In addition to yielding species richness estimates of comparable completeness, this approach generated incidence measures for each species in each woodland remnant, expressed as the proportion of samples in which it was detected [30]. Thus, if a particular woodland required four samples for each of four seasonal surveys and a particular species was recorded as present during eight of those samples, the incidence was 0.5 (8/16). Given concerns about variation in detectability, abundances were not estimated, but a recent comparison in similar habitat demonstrated a close relationship (r = 0.88) between incidence and median density estimates for forest fragments [33], with incidence less sensitive to the confounding effects of variation in detectability [30]. As well as species-specific values, summed incidences were calculated for functional groups by adding the values for each species in each treatment group (e.g., total insectivores in control woodlands). An additional richness measure was calculated—‘Resident Richness’: those species recorded in at least two seasons for the given year, excluding transients detected in a single season.

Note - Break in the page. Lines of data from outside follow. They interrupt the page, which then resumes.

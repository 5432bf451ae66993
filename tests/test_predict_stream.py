"""baggr predict streams a table through the model in batches: the same figures as scoring it whole
(CSV, compressed CSV, Parquet; batches where a column is all missing), and a bad cell in a later
batch is a one-line DataError."""
import gzip
from pathlib import Path

import numpy as np
import pyarrow as pa
import pyarrow.csv as pacsv
import pyarrow.parquet as pq
import pytest

import baggr
from baggr.cli.commands import _predict_stream
from baggr.data.batches import Batches

DATA = Path(__file__).parent / "data"


@pytest.fixture(scope="module")
def model():
    return baggr.load(DATA / "v1_hard.npz")


def _rows(tmp_path):
    text = (DATA / "v1_classes_rows.csv").read_text().splitlines()
    # rows 100-139 lose every x3: a batch of them holds no number in that column
    head = text[0].split(",")
    j = head.index("x3")
    body = [line.split(",") for line in text[1:]]
    for r in body[100:140]:
        r[j] = ""
    path = tmp_path / "rows.csv"
    path.write_text("\n".join([",".join(head)] + [",".join(r) for r in body]) + "\n")
    return path


@pytest.mark.parametrize("fmt", ["csv", "csv.gz", "parquet"])
@pytest.mark.parametrize("out_kind", ["csv", "parquet"])
def test_streamed_predictions_equal_whole_table_ones(model, tmp_path, fmt, out_kind):
    csv = _rows(tmp_path)
    whole = pacsv.read_csv(csv, convert_options=pacsv.ConvertOptions(null_values=[""], strings_can_be_null=True))
    src = csv
    if fmt == "csv.gz":
        src = tmp_path / "rows.csv.gz"
        src.write_bytes(gzip.compress(csv.read_bytes()))
    elif fmt == "parquet":
        src = tmp_path / "rows.parquet"
        pq.write_table(whole, src, row_group_size=30)
    batches = Batches(src, model.schema.names, model.schema.kinds, rows=40, block_bytes=1 << 10)
    out = tmp_path / f"out.{out_kind}"
    n = _predict_stream(model, batches, out, out_kind)
    assert n == whole.num_rows == 240 and batches.done > 0
    got = pq.read_table(out) if out_kind == "parquet" else pacsv.read_csv(out)
    shares = model.vote_shares(whole)   # the whole table at once (numpy, an outside check of the batching)
    assert got.column("prediction").to_pylist() == [model.classes[k] for k in np.argmax(shares, axis=1)]
    for k, c in enumerate(model.classes):
        np.testing.assert_array_equal(got.column(f"share_{c}").to_numpy(), shares[:, k])


def test_a_bad_cell_in_a_later_batch_is_a_data_error(model, tmp_path):
    text = (DATA / "v1_classes_rows.csv").read_text().splitlines()
    head = text[0].split(",")
    row = text[200].split(",")
    row[head.index("x0")] = "not-a-number"
    text[200] = ",".join(row)
    bad = tmp_path / "bad.csv"
    bad.write_text("\n".join(text) + "\n")
    out = tmp_path / "o.csv"
    with pytest.raises(baggr.DataError, match="cannot read"):
        _predict_stream(model, Batches(bad, model.schema.names, model.schema.kinds, rows=40, block_bytes=1 << 10),
                        out, "csv")
    assert not out.exists() and not list(tmp_path.glob(".tmp-*"))   # no half file left behind


def test_missing_columns_are_named_before_reading(model, tmp_path):
    t = pa.table({"x0": [1.0, 2.0]})
    pq.write_table(t, tmp_path / "one.parquet")
    with pytest.raises(baggr.DataError, match="lacks 6 of the model's columns"):
        list(Batches(tmp_path / "one.parquet", model.schema.names, model.schema.kinds))


def test_the_streamed_output_follows_the_umask(model, tmp_path):
    # an ordinary new file gets 0666 less the umask (POSIX open(2), from memory); mkstemp's 0600 must not stay
    import os
    old = os.umask(0o022)
    try:
        import importlib
        import baggr.atomic as atomic
        importlib.reload(atomic)      # the module reads the umask once, at import
        import baggr.cli.commands as commands
        out = tmp_path / "out.csv"
        batches = Batches(_rows(tmp_path), model.schema.names, model.schema.kinds, rows=100)
        commands._predict_stream(model, batches, out, "csv")
    finally:
        os.umask(old)
        importlib.reload(atomic)
    assert out.stat().st_mode & 0o777 == 0o644
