"""The dashboard's aligned text columns (common practice for text tables, no source)."""
from rich.text import Text

from tui.widgets.texttable import bar, pairs, table_width, text_table


def test_columns_line_up_right_and_left():
    t = text_table([["a", "1", "x"], ["bbbb", "1,000", "yy"]], header=["name", "n", "z"],
                   justify=["left", "right", "left"], gap=2)
    lines = t.plain.split("\n")
    assert lines == ["name      n  z", "a         1  x", "bbbb  1,000  yy"]
    assert table_width([["a", "1", "x"], ["bbbb", "1,000", "yy"]], ["name", "n", "z"], gap=2) == len(lines[2])


def test_styles_survive_and_rows_can_be_marked():
    t = text_table([[Text("red", style="red"), "1"], ["b", "2"]], row_styles=["", "reverse"])
    assert [str(s.style) for s in t.spans if t.plain[s.start:s.end] == "red"] == ["red"]
    second = t.plain.index("b")
    assert any(str(s.style) == "reverse" and s.start == second for s in t.spans)


def test_pairs_pad_labels_and_bar_has_its_width():
    t = pairs([("pid", "12"), ("memory", "3 MB")], label_width=7)
    assert t.plain.split("\n") == ["pid     12", "memory  3 MB"]
    for done, total in ((0, 10), (3, 10), (10, 10), (7, 0)):
        assert len(bar(done, total, 21, "blue", "grey").plain) == 21
    assert bar(10, 10, 21, "b", "g").plain == "━" * 21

Data manipulation and analysis

Five subsets of these three variables (summed incidence, species richness and resident richness) were distinguished for each woodland patch and analysed separately. ‘Insectivores’ (including open country species, aerial foragers and woodland-dependent species) were defined as any species depending on arthropods as a principal food source (74 species, defined using species-trait database compiled by [8]) and ‘Everything Else’; species reliant on all other nutritional resources (53 species;). “Woodland Birds” were defined as species dependent on woodland as their primary habitat (excluding open country species, aerial foragers and exotic species (75 species), with two subsets of woodland birds compared against one another: ‘Ground Foragers’: woodland-dependent ground-foraging insectivores (19 species that forage for insects primarily on the forest floor, after [8] and ‘Other Woodland Birds’; remaining woodland birds reliant on other nutritional resources, comprising 15 species of granivores, nectarivores and fruguivores; and 41 species of insectivore foraging on arthropods elsewhere (56 species in total). Responses to resource reduction (via patch-scale mistletoe removal) were measured in terms of change between pre- and post-treatment inventories, i.e., the datum for year 1 (2003/2004) subtracted from the equivalent datum for year 2 (2007/2008) expressed as a proportion of the year 1 (pre-treatment) value.

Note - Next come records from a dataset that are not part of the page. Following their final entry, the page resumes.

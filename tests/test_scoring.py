"""The compact scorer gives, bit for bit, what the scorer of format version 1 gave (tests/reference_scoring.py,
the code of 909f52b), for any thread count, block size and span of rows, on both walking paths (rows
with missing codes or categorical splits, and rows and forests without)."""
import numpy as np
import pytest

import baggr
from baggr import data
from baggr.model.compact import KINDS, Compact
from baggr.model.predict_kernels import score_compact
from baggr.model.scoring import score
from generators import friedman1, waveform
from reference_scoring import score_rows

KINDS_LEVELS = np.array(["clay", "stone", "porcelain", "glass", "ash"])


def _table(n, seed, task, categorical):
    if task == "classes":
        X, y = waveform(n, seed)
        y = np.array(["low", "mid", "high"])[y]
    else:
        X, y = friedman1(n, seed)
    rng = np.random.default_rng(seed)
    cols = {f"x{j}": X[:, j].copy() for j in range(6)}
    # missing values in the second half only: blocks of the first half take the plain path
    for j in (1, 4):
        cols[f"x{j}"][(rng.random(n) < 0.15) & (np.arange(n) >= n // 2)] = np.nan
    if categorical:
        cols["kind"] = KINDS_LEVELS[rng.integers(0, 5, n)]
    return cols, y


def _reference(ens, codes):
    # the learner's node arrays as grown (kept by the fixture), else unpacked from the records
    a = ens.wide.arrays if hasattr(ens, "wide") else ens.forest.to_forest().arrays
    hard = ens.task == "classes" and ens.config.vote == "hard"
    sums, votes = score_rows(codes, 0, codes.shape[1], a["left"], a["right"], a["feature"], a["threshold"], a["is_cat"],
                             a["missing_left"], a["cat_masks"], a["value"], a["node_offset"], a["mask_offset"], hard)
    return votes.astype(np.float64) if hard else sums


CASES = [("classes", "hard", True), ("classes", "shares", True), ("regression", "hard", True),
         ("classes", "hard", False), ("regression", "hard", False), ("classes", "shares", False)]


@pytest.fixture(scope="module", params=CASES, ids=["-".join(map(str, c)) for c in CASES])
def model(request):
    task, vote, categorical = request.param
    X, y = _table(1500, 3, task, categorical)
    cfg = baggr.Config(members=7, seed=5, threads=1, vote=vote, min_leaf=2 if vote == "shares" else 1,
                       depth_limit=None if task == "classes" else 9)
    from baggr.engine import Training
    from baggr.model.forest import Forest
    tr = Training(X, y, cfg)
    ens = tr.run()
    # each member grown again on its own (a pure function of m): the learner's own node arrays
    ens.wide = Forest.pack([tr.grower.grow_member(m).tree for m in range(cfg.members)], tr.n_out)
    new, _ = _table(9000, 4, task, categorical)
    codes = data.encode(new, ens.schema, ens.binning)
    return ens, codes, _reference(ens, codes)


@pytest.mark.parametrize("threads", [1, 2, 3])
def test_bit_identical_to_the_version_1_scorer(model, threads):
    ens, codes, want = model
    got = score(codes, ens.compact, threads=threads)
    assert got.dtype == want.dtype and got.shape == want.shape
    np.testing.assert_array_equal(got, want)


@pytest.mark.parametrize("block,lo,hi", [(8, 0, 9000), (64, 13, 8999), (1000, 4500, 4507), (256, 3, 4)])
def test_any_block_and_span(model, block, lo, hi):
    ens, codes, want = model
    c = ens.compact
    a, kind = c.arrays, KINDS[c.kind]
    votes = np.zeros((hi - lo if kind == 0 else 0, c.n_out), np.int32)
    sums = np.zeros((0 if kind == 0 else hi - lo, c.n_out))
    score_compact(codes, lo, hi, block, a["nodes"], a["offset"], a["leaf_offset"], a["leaves"], a["shares"], kind,
                  c.has_cat, sums, votes)
    np.testing.assert_array_equal(votes.astype(np.float64) if kind == 0 else sums, want[lo:hi])


def test_the_general_path_alone_agrees(model):
    # has_cat=True sends every block down the general step, whatever its rows
    ens, codes, want = model
    c = ens.compact
    a, kind = c.arrays, KINDS[c.kind]
    votes = np.zeros((codes.shape[1] if kind == 0 else 0, c.n_out), np.int32)
    sums = np.zeros((0 if kind == 0 else codes.shape[1], c.n_out))
    score_compact(codes, 0, codes.shape[1], 512, a["nodes"], a["offset"], a["leaf_offset"], a["leaves"],
                  a["shares"], kind, True, sums, votes)
    np.testing.assert_array_equal(votes.astype(np.float64) if kind == 0 else sums, want)


def test_save_and_load_keep_the_bits(model, tmp_path):
    ens, codes, want = model
    ens.save(tmp_path / "m.npz")
    back = baggr.load(tmp_path / "m.npz")
    assert isinstance(back.forest, Compact)
    np.testing.assert_array_equal(score(codes, back.compact, threads=2), want)


def test_compact_counts_every_node(model):
    ens = model[0]
    c = ens.compact
    wide = ens.wide.arrays     # the learner's node arrays the records came from
    n_nodes = wide["left"].shape[0]
    n_sets = wide["cat_masks"].shape[0]
    assert c.n_nodes == n_nodes and c.has_cat == (n_sets > 0)
    assert c.arrays["nodes"].shape[0] == n_nodes + 4 * n_sets  # one slot a node, 4 a level set
    assert c.arrays["leaves"].shape[0] == int(np.sum(wide["left"] < 0))
    fresh = type(c)(c.arrays, c.kind, c.n_out)  # counted from the records alone, as after a load
    assert fresh.n_nodes == n_nodes and fresh.has_cat == c.has_cat


@pytest.mark.parametrize("vote", ["hard", "shares"])
def test_trees_that_are_one_leaf(vote):
    # min_leaf above half the rows: no split is allowed, every member is its root
    X, y = _table(600, 8, "classes", True)
    ens = baggr.train(X, y, baggr.Config(members=5, seed=1, threads=1, vote=vote, min_leaf=400))
    c = ens.compact
    assert c.arrays["nodes"].shape[0] == 5 and c.n_nodes == 5  # one slot a member: its root, a leaf
    codes = data.encode(X, ens.schema, ens.binning)
    np.testing.assert_array_equal(score(codes, ens.compact, threads=2), _reference(ens, codes))


def test_unpacked_forest_packs_to_the_same_records(model):
    # a run resumed from compact chunk files rebuilds the learner's arrays from them
    ens = model[0]
    c = ens.compact
    back = c.to_forest()
    back.validate(len(ens.schema.names), c.n_out)
    for name in ("left", "right", "feature", "is_cat", "missing_left", "node_offset", "mask_offset"):
        assert back.arrays[name].shape == ens.wide.arrays[name].shape, name
    again = Compact.from_forest(back, c.kind)
    for k, v in c.arrays.items():
        np.testing.assert_array_equal(again.arrays[k], v, err_msg=k)


@pytest.mark.parametrize("threads", [1, 3])
def test_a_model_in_parts_scores_as_one_and_keeps_the_bits_through_a_file(model, tmp_path, threads):
    # a run's model holds one part per checkpoint: its trees add in member order, as one part's do
    from baggr.model.arena import Arena
    from baggr.model.compact import Stack
    from baggr.model.ensemble import Ensemble
    ens, codes, want = model
    c = ens.compact
    whole = Arena(c.kind, c.n_out, c.members, 1500, True)
    whole.extend(c)
    parts = Stack([whole.compact(0, 2), whole.compact(2, 3), whole.compact(3, c.members)])
    np.testing.assert_array_equal(score(codes, parts, threads=threads), want)
    split = Ensemble(ens.schema, ens.binning, ens.config, parts, ens.oob, ens.stats)
    split.save(tmp_path / "parts.npz")
    back = baggr.load(tmp_path / "parts.npz")
    assert isinstance(back.forest, Stack) and [p.members for p in back.forest.parts] == [2, 1, c.members - 3]
    np.testing.assert_array_equal(score(codes, back.compact, threads=threads), want)
    np.testing.assert_array_equal(score(codes, back.compact.head(4), threads=threads),
                                  score(codes, c.head(4), threads=1))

Pre- and post-treatment incidences of each woodland-dependent species were compared and classified into one of five categories for each woodland: ‘Colonization’ (absent in year 1, present in year 2); ‘Local extinction’ (present in year 1, absent in year 2);’Increaser’ (incidence higher in year 2); ‘Decreaser’ (incidence lower in year 2); and no change. No cut-off was used in these determinations as there was no a priori means of distinguishing a significant change from background fluctuation. Treatment sites were compared to control sites in terms of the proportion of the avifauna in these categories as well as two composite variables: ‘Net Increase’ (= Colonizations + Increasers) and ‘Net Decrease’ (Local extinctions + Decreasers), with additional comparisons conducted between ground foragers and all other birds. Since these proportions are expressed relative to the year 1 datum, the value for colonizations during the study period pushed totals for each woodland / group beyond 1.0. Prior to comparing means (two-tailed test, using either Student’s t or Mann-Whitney U as the test statistic and P = 0.05 as the significance threshold), groups were checked for equality of variances using Levene’s test, adjusted degrees of freedom used where heteroscedasticity was detected.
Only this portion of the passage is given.